Where the line containing "0.02 * np.arange(WATCH_COUNT)" appears in the records below, begin there and output each line verbatim through the last line.

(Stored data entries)
---*---

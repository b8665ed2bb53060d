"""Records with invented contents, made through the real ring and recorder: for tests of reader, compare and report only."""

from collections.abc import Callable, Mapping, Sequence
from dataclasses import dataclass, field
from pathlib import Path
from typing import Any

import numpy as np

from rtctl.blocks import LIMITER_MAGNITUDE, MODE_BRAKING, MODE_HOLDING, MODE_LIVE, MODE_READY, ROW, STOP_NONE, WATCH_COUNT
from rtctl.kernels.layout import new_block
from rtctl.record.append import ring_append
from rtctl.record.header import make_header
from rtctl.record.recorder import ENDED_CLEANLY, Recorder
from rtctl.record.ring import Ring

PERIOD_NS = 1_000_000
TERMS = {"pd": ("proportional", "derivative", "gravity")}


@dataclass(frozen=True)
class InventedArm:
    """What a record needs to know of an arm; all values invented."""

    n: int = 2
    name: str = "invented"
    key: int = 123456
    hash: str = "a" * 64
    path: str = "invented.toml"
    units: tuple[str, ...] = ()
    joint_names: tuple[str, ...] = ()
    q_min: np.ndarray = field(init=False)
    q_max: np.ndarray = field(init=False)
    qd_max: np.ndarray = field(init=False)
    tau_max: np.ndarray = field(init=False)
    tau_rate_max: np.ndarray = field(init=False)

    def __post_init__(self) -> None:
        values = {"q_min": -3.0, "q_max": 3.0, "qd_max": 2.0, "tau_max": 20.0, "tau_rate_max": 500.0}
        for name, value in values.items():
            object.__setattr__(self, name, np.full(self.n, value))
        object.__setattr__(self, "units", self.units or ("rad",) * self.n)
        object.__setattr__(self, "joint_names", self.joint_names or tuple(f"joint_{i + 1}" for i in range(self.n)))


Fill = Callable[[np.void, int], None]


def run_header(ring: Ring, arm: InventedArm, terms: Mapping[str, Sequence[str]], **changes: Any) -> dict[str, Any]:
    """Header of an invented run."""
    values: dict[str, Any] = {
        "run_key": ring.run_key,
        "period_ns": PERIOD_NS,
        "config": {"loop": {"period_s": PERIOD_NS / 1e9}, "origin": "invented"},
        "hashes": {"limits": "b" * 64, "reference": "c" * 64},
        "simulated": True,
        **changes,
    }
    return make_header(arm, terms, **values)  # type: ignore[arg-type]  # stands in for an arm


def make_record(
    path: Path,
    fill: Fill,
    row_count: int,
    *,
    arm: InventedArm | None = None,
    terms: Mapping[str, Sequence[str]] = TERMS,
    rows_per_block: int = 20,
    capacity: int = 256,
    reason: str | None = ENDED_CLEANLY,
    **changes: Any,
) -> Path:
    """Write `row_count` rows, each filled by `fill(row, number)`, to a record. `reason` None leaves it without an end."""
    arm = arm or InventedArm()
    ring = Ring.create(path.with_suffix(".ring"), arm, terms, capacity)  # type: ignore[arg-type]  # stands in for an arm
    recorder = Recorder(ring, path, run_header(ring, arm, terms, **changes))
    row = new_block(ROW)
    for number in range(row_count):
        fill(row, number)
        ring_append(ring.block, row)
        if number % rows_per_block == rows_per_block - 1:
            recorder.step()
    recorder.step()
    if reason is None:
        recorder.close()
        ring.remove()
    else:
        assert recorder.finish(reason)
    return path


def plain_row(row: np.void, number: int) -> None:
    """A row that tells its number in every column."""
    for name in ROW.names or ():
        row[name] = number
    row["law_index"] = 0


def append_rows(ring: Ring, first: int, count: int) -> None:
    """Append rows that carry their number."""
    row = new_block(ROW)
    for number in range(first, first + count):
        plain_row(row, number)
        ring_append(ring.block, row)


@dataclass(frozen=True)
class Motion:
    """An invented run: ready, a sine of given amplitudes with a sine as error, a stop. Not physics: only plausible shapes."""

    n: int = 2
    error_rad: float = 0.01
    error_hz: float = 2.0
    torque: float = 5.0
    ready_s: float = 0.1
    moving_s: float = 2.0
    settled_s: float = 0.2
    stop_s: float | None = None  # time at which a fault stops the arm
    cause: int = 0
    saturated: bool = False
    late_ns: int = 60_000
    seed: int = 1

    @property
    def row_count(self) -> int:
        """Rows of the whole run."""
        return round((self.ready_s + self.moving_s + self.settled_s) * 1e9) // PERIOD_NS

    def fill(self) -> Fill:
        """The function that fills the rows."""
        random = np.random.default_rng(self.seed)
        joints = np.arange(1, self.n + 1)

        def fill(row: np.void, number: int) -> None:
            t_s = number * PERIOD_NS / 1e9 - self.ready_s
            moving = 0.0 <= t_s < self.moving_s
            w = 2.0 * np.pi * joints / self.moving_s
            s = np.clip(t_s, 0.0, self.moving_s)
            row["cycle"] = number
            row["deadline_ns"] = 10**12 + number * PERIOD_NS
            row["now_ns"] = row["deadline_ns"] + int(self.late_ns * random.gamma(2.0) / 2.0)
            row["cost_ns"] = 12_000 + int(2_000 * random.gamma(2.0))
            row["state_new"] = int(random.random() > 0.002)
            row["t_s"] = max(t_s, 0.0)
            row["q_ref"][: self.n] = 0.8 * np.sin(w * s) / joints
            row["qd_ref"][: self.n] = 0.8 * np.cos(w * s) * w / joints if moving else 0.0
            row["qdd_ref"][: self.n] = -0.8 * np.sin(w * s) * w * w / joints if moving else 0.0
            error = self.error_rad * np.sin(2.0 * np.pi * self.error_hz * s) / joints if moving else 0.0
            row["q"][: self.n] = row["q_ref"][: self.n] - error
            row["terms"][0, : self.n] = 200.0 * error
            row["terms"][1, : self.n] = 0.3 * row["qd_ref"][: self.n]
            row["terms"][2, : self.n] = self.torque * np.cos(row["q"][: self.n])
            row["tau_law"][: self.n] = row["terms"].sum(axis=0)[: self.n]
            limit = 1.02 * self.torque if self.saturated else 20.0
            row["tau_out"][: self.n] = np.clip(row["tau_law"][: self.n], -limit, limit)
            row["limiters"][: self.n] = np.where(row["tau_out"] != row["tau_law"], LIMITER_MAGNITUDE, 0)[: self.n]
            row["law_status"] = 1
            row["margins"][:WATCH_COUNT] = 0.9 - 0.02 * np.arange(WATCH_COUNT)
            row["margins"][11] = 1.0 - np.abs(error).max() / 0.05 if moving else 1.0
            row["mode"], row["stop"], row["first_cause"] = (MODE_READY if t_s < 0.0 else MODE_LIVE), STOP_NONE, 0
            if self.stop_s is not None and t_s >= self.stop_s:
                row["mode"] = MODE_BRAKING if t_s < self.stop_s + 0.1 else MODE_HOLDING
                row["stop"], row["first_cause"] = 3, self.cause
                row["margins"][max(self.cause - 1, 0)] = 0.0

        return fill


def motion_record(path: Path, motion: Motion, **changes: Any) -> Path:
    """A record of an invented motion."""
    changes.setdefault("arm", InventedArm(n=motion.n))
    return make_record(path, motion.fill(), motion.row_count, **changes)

---*---

## Reply
            row["margins"][:WATCH_COUNT] = 0.9 - 0.02 * np.arange(WATCH_COUNT)
            row["margins"][11] = 1.0 - np.abs(error).max() / 0.05 if moving else 1.0
            row["mode"], row["stop"], row["first_cause"] = (MODE_READY if t_s < 0.0 else MODE_LIVE), STOP_NONE, 0
            if self.stop_s is not None and t_s >= self.stop_s:
                row["mode"] = MODE_BRAKING if t_s < self.stop_s + 0.1 else MODE_HOLDING
                row["stop"], row["first_cause"] = 3, self.cause
                row["margins"][max(self.cause - 1, 0)] = 0.0

        return fill


def motion_record(path: Path, motion: Motion, **changes: Any) -> Path:
    """A record of an invented motion."""
    changes.setdefault("arm", InventedArm(n=motion.n))
    return make_record(path, motion.fill(), motion.row_count, **changes)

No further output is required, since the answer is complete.